You can always get crazy here:

http://www.dbelectrical.com/c-5273-high-output.aspx

How many amps would you like today, sir?


----------



## obrut (Oct 30, 2002)

I checked it this morning with my meter and the alternator was jumping between 5-6 volts, i could see the gauge in the truck jumping around too. I guess maybe the regulator is bad? I did some searching last night on this site and it seems like if I go with the bigger 145 amp alternator I need to run a different belt size. Also something about rpms and pulley size.


----------



## 2COR517 (Oct 23, 2008)

Could be the regulator, brushes, bad diode(s), bad field winding(s). Either way, the problem is internal to the alternator.

As for the belt, sometimes the old one will work, but not always. Time for a new belt anyway.


----------



## obrut (Oct 30, 2002)

2COR517, thanks for the help,

auto parts has a stock replacement re-man for $89.99 with a one year warranty or a lifetime warranty for $124.99. Both are re-mans, not sure how well these would be on a plow truck, do have experience with the re-man alternators?

I think my truck has the 105 amp, with the dual batteries I never really had a problem plowing, but just like a lot of things it could always be better.


----------



## 2COR517 (Oct 23, 2008)

100% new is better. But all the components are tested on the remans, and many parts are new. I'm guessing the case and field windings would be reused, maybe the rotor. Brushes, bearings, diodes are going to be new in a reman. And lifetime warranty is definitely the way to go, especially on a plow truck. Looks like 105 amp is stock. If you do lots of plowing, that's marginal even with dual batteries. I put a 155 amp from Napa in my 97. Made a huge difference, but by the time I bought the high output charging kit, I had over $300 in it.

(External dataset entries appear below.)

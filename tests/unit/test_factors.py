"""Further factors: read like any series, one column each."""

from __future__ import annotations

from pathlib import Path

import numpy as np
import pandas as pd
import pytest

from lineproof import store
from lineproof.estimation import estimate_betas, estimates_of
from lineproof.factors import read_factors
from lineproof.frames import contract
from lineproof.problems import KnownProblem

READING = {
    "label": "factors.csv",
    "columns": {"date": "month", "smb": "SMB", "hml": "HML"},
    "unit": "percent",
    "missing": [""],
    "dates": "%Y-%m",
    "separator": None,
    "decimal": "point",
}


def read(folder: Path, text: str) -> pd.DataFrame:
    file = folder / "factors.csv"
    file.write_text(text, encoding="utf-8")
    return read_factors([str(file)], reading=READING, frequency="monthly")


def test_each_factor_is_a_column(tmp_path: Path) -> None:
    table = read(tmp_path, "month,SMB,HML\n2001-03,3,-1\n2001-01,1,\n2001-02,2,4\n")
    contract("factors").validate(table)
    assert table["date"].dt.strftime("%Y-%m-%d").tolist() == [
        "2001-01-31",
        "2001-02-28",
        "2001-03-31",
    ]
    np.testing.assert_allclose(table["smb"], [0.01, 0.02, 0.03])
    np.testing.assert_allclose(table["hml"], [np.nan, 0.04, -0.01])


def test_a_value_that_is_no_number_stops_the_run(tmp_path: Path) -> None:
    with pytest.raises(KnownProblem, match="column HML: 'x' is not a number"):
        read(tmp_path, "month,SMB,HML\n2001-01,1,x\n")


@pytest.mark.parametrize("rows", [1, 7, 60, 10_000])
def test_pieces_of_whole_securities_make_the_same_table(tmp_path: Path, rows: int) -> None:
    """To the last byte, wherever row groups and pieces end."""
    rng = np.random.default_rng(1)
    months = pd.date_range("2001-01-31", periods=60, freq="ME", unit="ms")
    market = pd.DataFrame({"date": months, "market_excess": rng.normal(size=60), "riskless": 0.0})
    factors = pd.DataFrame({"date": months[3:], "smb": rng.normal(size=57)})
    parts = [
        pd.DataFrame({"security": f"S{k}", "date": months[k : 60 - k]}).assign(
            excess_return=rng.normal(size=60 - 2 * k)
        )
        for k in range(9)
    ]
    panel = pd.concat(parts, ignore_index=True)
    panel.to_parquet(tmp_path / "panel.parquet", row_group_size=50, index=False)
    options = {"name": "b", "estimator": "multi_factor", "window": 30, "min_obs": 12}
    options["beside"] = ["smb"]
    pieces = list(store.read_securities(tmp_path / "panel.parquet", list(panel.columns), rows))
    assert sum(map(len, pieces)) == len(panel)
    owners = [set(piece["security"]) for piece in pieces]
    assert sum(map(len, owners)) == 9
    paths = {name: tmp_path / f"{name}.parquet" for name in ("whole", "betas")}
    store.write_table(estimates_of(panel, market, factors, **options), paths["whole"], "betas")
    store.write_together(
        estimate_betas(pieces, market, factors, **options), {"betas": paths["betas"]}
    )
    assert paths["whole"].read_bytes() == paths["betas"].read_bytes()
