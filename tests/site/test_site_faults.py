"""Every way in which a site file can be at fault: the line, the key and what the message says.

In each row a piece of a valid file is replaced; '@@' marks the line that the fault must name.
"""
# ruff: noqa: E501  (one row of a table, one line)

from __future__ import annotations

import pytest
import yaml
from site_examples import BASE

from hydroyield.errors import SiteFileError
from hydroyield.site import read_site_text, yaml_lines

RULE = "{rule: constant, discharge: 0.6 m3/s}"
LEVELS = "[[0 m3/s, 97.90 m], [20 m3/s, 98.35 m], [100 m3/s, 99.8 m]]"
TABLE = "{table: [[0 m3/s, 97.90 m], [20 m3/s, 98.35 m], [100 m3/s, 99.8 m]], follows: river}"
CURVE = "[[0.2, 0.71], [0.4, 0.86], [0.7, 0.91], [1.0, 0.89]]"
CHANNEL = "bed_level: 97.2, bottom_width: 9, side_slope: 1, slope: 0.002, manning_n: 0.03"
RECORD_FILE = "file: larkbeck_daily.csv"
WRONG_FORMAT = "is not read by this version; write format: 1"
SECOND_COLON = "a second colon in one entry, or a line indented too far"
NO_ALIGNMENT = "does not line up with the keys above it"
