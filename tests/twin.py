"""A naive twin of the energy estimate: the same definitions, written a second time as plain loops.

It shares no code with the package and makes no use of its ideas (no cells, no curves of power
against discharge): every day of the record is searched for the best discharges of the
units on its own. The only shortcuts are to remember a day that looks exactly like an earlier one,
and to read the depth of a channel between 40 000 depths that were bisected once.

It reads site files whose quantities are bare numbers in the default units (m, m3/s, kW, km2, degC,
fractions, `percent` in per cent) and a record `date,discharge` in m3/s with blanks for no value.
It raises ValueError for what it does not know (duration tables, presets, outages that are placed
where they cost least, more than four units running together, any key that is not in KEYS) instead
of leaving it out.

Its own accuracy, measured on the sites of twin_sites.py by halving all steps of the search
(`fineness=2`): annual energy changes by 2e-6 with three units, by less than 1e-7 with one or two.
Ledger rows change by less than 1e-5 of the annual energy, but for one case: with three units the
border between `capacity_limit` and `below_minimum_or_unused` moves by 5e-4, as sharings with and
without a unit at its capacity are then within 1e-5 of each other.
A day's search takes about 1.5 ms with one unit, 8 with two, 9 with three alike, 18 with four
alike and 40 with three alike and one other (one core of a small machine).
"""

from __future__ import annotations

import calendar
import csv
import datetime
import functools
import itertools
import math
from collections.abc import Callable
from dataclasses import dataclass, field
from pathlib import Path
from typing import Any

import numpy as np
import yaml
from iapws._iapws import _Liquid
from scipy.interpolate import PchipInterpolator

ACCURACY = 3e-6  # of annual energy, see above

Array = np.ndarray

# efficiency at q / q_full = 0.1, 0.2, ... 1.0; "-" where no value is given (constant below)
TYPICAL = {
    "pelton": ".66 .82 .87 .89 .90 .90 .90 .90 .895 .885",
    "kaplan": ".40 .72 .84 .885 .905 .915 .92 .92 .915 .905",
    "semi_kaplan": "- .55 .71 .80 .85 .88 .895 .90 .90 .89",
    "francis": "- .45 .62 .73 .80 .86 .90 .92 .92 .90",
    "propeller": "- - - .35 .50 .62 .72 .80 .87 .90",
    "crossflow": ".55 .72 .78 .80 .81 .82 .82 .82 .82 .81",
    "turgo": ".55 .75 .82 .845 .85 .85 .85 .85 .85 .84",
    "screw": ".50 .65 .72 .76 .78 .79 .80 .80 .79 .78",
}
MINIMUM = {
    "francis": 0.40,
    "screw": 0.15,
    "semi_kaplan": 0.30,
    "kaplan": 0.15,
    "crossflow": 0.15,
    "pelton": 0.10,
    "turgo": 0.20,
    "propeller": 0.75,
}
STEPS = [
    "gross",
    "reserved",
    "shutdown",
    "no_admissible_head",
    "above_full_discharge",
    "capacity_limit",
    "below_minimum_or_unused",
    "outage",
    "levels",
    "waterway",
    "turbine",
    "drive_and_generator",
    "transformer",
    "own_use",
    "export_limit",
    "imports",
]
# the keys it knows; of those in brackets nothing that it computes depends
KEYS = {
    "site": "name latitude altitude water_temperature (source)",
    "discharge": "record year_start_month minimum_month_coverage transfer inflow_below_intake"
    " (source)",
    "head": "headwater tailwater minimum_net_head (source)",
    "headwater": "level table weir (source)",
    "weir": "crest length coefficient drowned (source)",
    "tailwater": "level table rating channel gaugings follows river not_below (source)",
    "abstractions": "name discharge months counts_as_environmental_flow returns (source)",
    "environmental_flow": "rule months discharge percent share above maximum_take steps"
    " (source permit date)",
    "turbines": "count type rated_discharge rated_head unit_capacity minimum_discharge efficiency"
    " axis_level jets waterway output_limit starting_discharge (source)",
    "electrical": "drive_efficiency generator_efficiency transformer_efficiency own_use"
    " standing_use transformer_no_load_loss transformer_load_loss export_limit (metered_at source)",
    "operation": "shutdown_above planned_outage forced_outage_rate common_outage_rate standstill"
    " closed (degradation source)",
}
# steps of the first grid for 1, 2, ... running units: total discharge, then openings
FIRST_GRID = {1: [96], 2: [40, 32], 3: [24, 32, 32], 4: [12, 7, 7, 7]}
# finer grids: their steps, how many old steps they reach to both sides, how often
FINER_GRID = {1: (24, 1.5, 5), 2: (6, 1.5, 12), 3: (6, 2.0, 12), 4: (4, 1.0, 12)}
EQUAL = 1e-9  # relative: outputs and limits closer than this are the same
AT_CAPACITY = 1e-4  # relative: the search comes this close to the kink at the capacity
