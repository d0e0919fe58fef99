"""The ledger adds up to the same on the phone and at base: shared vectors, and random histories."""

from __future__ import annotations

import json
from typing import Any

import pytest
from histories import added_up, entry_of, random_history, wire
from mirror import VECTORS, assert_same, javascript, vectors

from fieldlog.ledger import clock, names
from fieldlog.ledger.merge import merge

MERGES = vectors("merge")
PROJECTIONS = vectors("project")
NAMES = json.loads((VECTORS / "names.json").read_text(encoding="utf-8"))
CLOCK = json.loads((VECTORS / "clock.json").read_text(encoding="utf-8"))
ADDED_UP = "../../tests/ledger/added_up.js"
HISTORIES = 400


def merged_part(whole: dict[str, Any]) -> dict[str, Any]:
    return {key: value for key, value in whole.items() if key != "row"}


def expected_row(case: dict[str, Any], row: dict[str, Any]) -> None:
    for field, value in case["expected"].items():
        if value == "MISSING":
            assert field not in row
        else:
            assert_same(row[field], value, at=f"{case['what']}: {field}")


def projection_entry(case: dict[str, Any]) -> dict[str, Any]:
    return {"name": "000000000000000-7", "hlc": 1, "kind": case["kind"], "set": case["set"], "offset": case.get("offset")}


@pytest.mark.parametrize("case", MERGES, ids=lambda case: case["what"])
def test_base_merges_as_the_vectors_say(case: dict[str, Any]) -> None:
    entries = [entry_of(each) for each in case["entries"]]
    assert merged_part(added_up(merge(entries))) == case["expected"]
    assert merged_part(added_up(merge(entries[::-1] * 2))) == case["expected"]


def test_the_phone_merges_as_the_vectors_say() -> None:
    batches = [[entry_of(each) for each in case["entries"]] for case in MERGES]
    answers = javascript(ADDED_UP, *[["addedUp", wire(entries[::-1])] for entries in batches])
    for case, got in zip(MERGES, answers, strict=True):
        assert merged_part(got) == case["expected"], case["what"]


@pytest.mark.parametrize("case", PROJECTIONS, ids=lambda case: case["what"])
def test_base_projects_as_the_vectors_say(case: dict[str, Any]) -> None:
    expected_row(case, added_up(merge([entry_of(projection_entry(case))]))["row"])


def test_the_phone_projects_as_the_vectors_say() -> None:
    answers = javascript(ADDED_UP, *[["addedUp", wire([entry_of(projection_entry(case))])] for case in PROJECTIONS])
    for case, got in zip(PROJECTIONS, answers, strict=True):
        expected_row(case, got["row"])


def test_random_histories_add_up_to_the_same_on_phone_and_at_base() -> None:
    histories = [random_history(seed) for seed in range(HISTORIES)]
    answers = javascript(ADDED_UP, *[["addedUp", wire(entries)] for entries in histories])
    wanted = [added_up(merge(entries)) for entries in histories]
    assert sum(1 for each in wanted if each["two_versions"]) > HISTORIES / 5, "too tame to show anything"
    assert sum(1 for each in wanted if each["created"] is None) > 5
    for seed, (got, expected) in enumerate(zip(answers, wanted, strict=True)):
        assert "error" not in got, f"seed {seed}: {got}"
        assert_same(got, expected, at=f"seed {seed}")


def test_base_names_as_the_vectors_say() -> None:
    for case in NAMES["names"]:
        assert names.split_name(case["name"]) == (case["device"], case["n"])
        assert names.entry_name(case["device"], case["n"]) == case["name"]
        assert str(names.name_to_uuid(case["name"])) == case["uuid"]
    for text in NAMES["not_names"]:
        with pytest.raises(ValueError, match="not the name"):
            names.split_name(text)


def test_the_phone_names_as_the_vectors_say() -> None:
    for case in NAMES["names"]:
        split, name = javascript(
            "ledger/names.js", ["splitName", case["name"]], ["entryName", case["device"], case["n"]]
        )
        assert (split, name) == ({"device": case["device"], "n": case["n"]}, case["name"])
    refused = javascript("ledger/names.js", *[["splitName", text] for text in NAMES["not_names"]])
    assert all("error" in answer for answer in refused), refused


def test_the_clock_runs_as_the_vectors_say_on_both_sides() -> None:
    ticks = [["tick", case["last"], case["now_ms"]] for case in CLOCK["tick"]]
    receipts = [["receive", case["last"], case["seen"], case["now_ms"]] for case in CLOCK["receive"]]
    expected = [case["expected"] for case in CLOCK["tick"] + CLOCK["receive"]]
    assert javascript("ledger/clock.js", *ticks, *receipts) == expected
    assert [clock.tick(*call[1:]) for call in ticks] + [clock.receive(*call[1:]) for call in receipts] == expected
    refused = javascript("ledger/clock.js", *[["readStamp", text] for text in CLOCK["not_stamps"]])
    assert all("error" in answer for answer in refused), refused
    for text in CLOCK["not_stamps"]:
        with pytest.raises(ValueError, match="not a clock stamp"):
            clock.read_stamp(text)
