"""The main job from an empty store to a map layer, with two phones that have no network when it counts."""

from __future__ import annotations

import json
import sqlite3
from collections.abc import Callable
from datetime import UTC, datetime
from pathlib import Path
from typing import Any

import numpy as np
import pyogrio.raw
import pytest
from PIL import Image
from playwright.sync_api import Page, expect

from fieldlog.science.magnetic import declination
from fieldlog.science.summary import summarise
from tests.browser import walk
from tests.browser.conftest import Phone
from tests.conftest import Server

SITE = {"name": "Comb 1", "lat_deg": "-19.9462", "lon_deg": "66.0318", "radius_m": "700"}
SURVEY = {"name": "Orvassa, north", "time_zone": "Etc/GMT-4", "target_half_width_deg": "10", "reading_step_deg": "1"}
# (crest, slip face) as read from magnetic north, two on each of five dunes.
NORTH_PHONE = [(52, 322), (55, 325), (49, 318), (47, 316), (58, 330), (60, 329), (51, 320), (50, 323), (44, 312), (46, 315)]
SOUTH_PHONE = [(62, 331), (59, 333), (53, 324), (57, 327), (48, 319), (45, 317), (66, 338), (63, 335), (54, 322), (52, 326)]


def answers(page: Page, address: str) -> bool:
    """Whether the page reaches the store."""
    reached: bool = page.evaluate(
        "address => fetch(`${address}/api/v1/health`).then(() => true, () => false)", address
    )
    return reached


def record_ten(phone: Phone, page: Page, readings: list[tuple[int, int]]) -> None:
    walk.choose_site(page, "Comb 1")
    for i, (crest, slip_face) in enumerate(readings):
        phone.move_to(-19.9462 + 0.0003 * i, 66.0318 + 0.0002 * i)
        if i and i % 2 == 0:
            page.get_by_role("button", name="Next dune").click()
        walk.read(page, crest=crest, slip_face=slip_face)


def open_observation(page: Page, record: str) -> None:
    page.get_by_role("button", name="Readings of today", exact=True).click()
    page.locator(f"[data-record='{record}']").click()


def records_of_today(page: Page) -> list[str]:
    """Oldest first."""
    page.get_by_role("button", name="Readings of today", exact=True).click()
    lines = page.locator("main [data-record]")
    expect(lines.first).to_be_visible()
    named = [(line.locator("time").get_attribute("datetime"), line.get_attribute("data-record")) for line in lines.all()]
    return [str(record) for _, record in sorted(named)]


def edit_slip_face(page: Page, record: str, number: int) -> None:
    open_observation(page, record)
    walk.type_number(page, "Slip face bearing", f"{number:03d}")
    page.get_by_role("button", name="Save changes").click()
    expect(page.get_by_role("status").filter(has_text="Saved")).to_be_visible()


def cross_out(page: Page, record: str) -> None:
    open_observation(page, record)
    page.get_by_role("button", name="Cross out", exact=True).click()
    page.get_by_role("textbox", name="Reason").fill("read the wrong dune")
    page.get_by_role("button", name="Cross out with this reason").click()
    expect(page.get_by_text("Crossed out: read the wrong dune")).to_be_visible()


def finding_on_screen(page: Page, measure: str) -> str:
    walk.go(page, "Finding")
    page.get_by_role("button", name=measure, exact=True).click()
    sentence = page.locator(".sample .sentence").first
    expect(sentence).to_contain_text("readings")
    return sentence.inner_text()


def expected_finding(readings: list[tuple[int, int]], *, axial: bool) -> str:
    """What Python says of the numbers as read: the declination of the site is added to each."""
    turn = declination(-19.9462, 66.0318, 0, datetime.now(UTC)).declination_deg
    numbers = [crest if axial else slip_face for crest, slip_face in readings]
    dunes = [i // 2 for i in range(10)]
    kept = [i for i in range(10) if i != 7]
    summary = summarise(
        [(numbers[i] + turn) % (180 if axial else 360) for i in kept],
        bedforms=[dunes[i] for i in kept], axial=axial, step_deg=1, target_deg=10, fewest_bedforms=5,
        subject="Crests" if axial else "Slip faces",
    )
    return summary.finding


@pytest.fixture
def photo_file(tmp_path: Path) -> Path:
    """A photo with a gradient, so that it has something to compress."""
    ramp = np.linspace(90, 220, 800, dtype=np.uint8)
    file = tmp_path / "dune.jpg"
    Image.fromarray(np.stack([np.tile(ramp, (600, 1))] * 3, axis=-1)).save(file, quality=85)
    return file


@pytest.mark.timeout(420)
def test_from_an_empty_store_to_a_map_layer(
    new_server: Callable[..., Server], new_phone: Callable[..., Phone], desk: Page, photo_file: Path, tmp_path: Path
) -> None:
    # At camp: the first lead, a survey, a site, a code.
    server = new_server().start()
    walk.become_lead(desk, server.log())
    survey = walk.create_survey(desk, server.address, **SURVEY)
    walk.add_site(desk, server.address, survey, **SITE)
    code = walk.joining_code(desk, server.address, survey)

    # Two phones join, one by the link, one by the typed code.
    north, south = new_phone(), new_phone()
    page = north.open(f"{server.address}/phone/#join={code}")
    walk.join_by_name(page, "Ysolde")
    walk.wait_until_offline_works(page)
    other = south.open(f"{server.address}/phone/")
    other.get_by_label("Joining code").fill(code.lower())
    other.keyboard.press("Enter")
    walk.join_by_name(other, "سمير")
    walk.wait_until_offline_works(other)

    # Out of reach: the process is gone, and seen to be gone.
    server.stop()
    assert server.refuses
    assert not answers(page, server.address)
    north.forget()
    south.forget()

    kept: dict[str, list[str]] = {}
    for phone, readings, edited in ((north, NORTH_PHONE, 326), (south, SOUTH_PHONE, 332)):
        page = phone.open(f"{server.address}/phone/")
        phone.signal(on=False)
        expect(page.get_by_role("navigation", name="Places")).to_be_visible()
        record_ten(phone, page, readings[:9])
        walk.add_photo(page, photo_file)
        walk.read(page, crest=readings[9][0], slip_face=readings[9][1])
        if phone is north:
            phone.kill()  # the battery dies right after the word
            page = phone.open(f"{server.address}/phone/")
        records = records_of_today(page)
        assert len(records) == 10
        edit_slip_face(page, records[1], edited)
        cross_out(page, records[7])
        kept[phone.folder.name] = records
        changed = [(crest, edited if i == 1 else slip_face) for i, (crest, slip_face) in enumerate(readings)]
        assert finding_on_screen(page, "Slip faces") == expected_finding(changed, axial=False)
        assert finding_on_screen(page, "Crests") == expected_finding(changed, axial=True)
        expect(page.get_by_role("button", name="10 on this phone only")).to_be_visible()
        if phone is north:
            phone.forget()

    # Back in reach: nobody touches anything, and both hand over.
    server.start()
    south.signal(on=True)
    for screen in (north.open(f"{server.address}/phone/"), south.page):
        walk.go(screen, "Hand over")
        expect(screen.get_by_text("base has everything")).to_be_visible(timeout=60_000)
    assert north.errors == []
    assert south.errors == []

    check_store(server, survey, kept)
    check_desk(desk, server.address, survey)
    check_layer(desk, server.address, survey, tmp_path)


def check_store(server: Server, survey: str, kept: dict[str, list[str]]) -> None:
    """Exactly the twenty, with every edit in the ledger and both photos."""
    store = sqlite3.connect(server.data_dir / "ergbook.sqlite")
    rows = {row[0]: row[1:] for row in store.execute(
        "SELECT record, slip_face_read_deg, crossed_out, fix_method, declination_model FROM observation")}
    texts = [json.loads(text) for (text,) in store.execute("SELECT text FROM ledger_entry ORDER BY seq")]
    photos = store.execute("SELECT observation, sha256 FROM photo").fetchall()
    store.close()
    assert set(rows) == {record for records in kept.values() for record in records}
    assert len(rows) == 20
    for records, edited in zip(kept.values(), (326, 332), strict=True):
        assert rows[records[1]][0] == edited
        assert rows[records[7]][1] == "read the wrong dune"
        assert {"slip_face_read_deg": edited} in [body["set"] for body in texts if body.get("record") == records[1]]
        assert {"crossed_out": "read the wrong dune"} in [b["set"] for b in texts if b.get("record") == records[7]]
    assert {row[2] for row in rows.values()} <= {"single", "averaged"}
    assert {row[3] for row in rows.values()} == {"WMM2025"}
    assert {record for record, _ in photos} == {records[9] for records in kept.values()}
    for _, sha256 in photos:
        assert (server.data_dir / "photos" / survey / sha256[:2] / sha256).stat().st_size > 1000


def check_desk(desk: Page, address: str, survey: str) -> None:
    """The day sheet shows both, in one rose."""
    desk.goto(f"{address}/surveys/{survey}/day")
    row = desk.get_by_role("row").filter(has=desk.get_by_role("link", name="Comb 1"))
    expect(row).to_contain_text("18 of 18 readings")
    expect(row).to_contain_text("n 18 on 10 dunes")
    for name in ("Ysolde", "سمير"):
        desk.get_by_label("Crew").select_option(label=name)
        desk.get_by_role("button", name="Show").click()
        expect(row).to_contain_text("9 of 18 readings")
    desk.get_by_role("link", name="Comb 1").click()
    expect(desk.locator("table.rows tbody tr")).to_have_count(20)
    expect(desk.locator("table.rows tr.crossed")).to_have_count(2)


def check_layer(desk: Page, address: str, survey: str, folder: Path) -> None:
    """GDAL opens the GeoPackage and reads the same true azimuths."""
    desk.goto(f"{address}/surveys/{survey}/export")
    with desk.expect_download() as download:
        desk.get_by_role("link", name="GeoPackage").first.click()
    file = folder / "survey.gpkg"
    download.value.save_as(file)
    meta, _, geometry, columns = pyogrio.raw.read(file, layer="observations")
    table: dict[str, Any] = dict(zip(meta["fields"], columns, strict=True))
    assert len(geometry) == 20
    turn = declination(-19.9462, 66.0318, 0, datetime.now(UTC)).declination_deg
    for as_read, true, limit in (("crest_read_deg", "crest_deg", 180), ("slip_face_read_deg", "slip_face_deg", 360)):
        expected = (table[as_read] + table["declination_deg"]) % limit
        np.testing.assert_allclose(table[true], expected, atol=0.0051)
        np.testing.assert_allclose(table["declination_deg"], turn, atol=0.02)
    assert sorted(table["slip_face_read_deg"]) == sorted(
        [326 if i == 1 else slip for i, (_, slip) in enumerate(NORTH_PHONE)]
        + [332 if i == 1 else slip for i, (_, slip) in enumerate(SOUTH_PHONE)]
    )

You definitely want to upgrade your charging circuit, regardless of the size alt you get. Do some looking around here, it's been gone over dozens of times.


----------



## obrut (Oct 30, 2002)

well today my re-manufactured alternator went out, I was driving down the street and I noticed the battery light turned on. I looked at the volt gauge and it was around 18v, not good. I was only a block from home so I just idled back home. At idle the volts were at 14, a little bit of gas and they would jump up.

Anyway the auto parts store does not have the replacement 105amp that I had on there. They have the 135amp and they said it will fit my truck, and it is new with lifetime warranty, I just have to pay the difference. 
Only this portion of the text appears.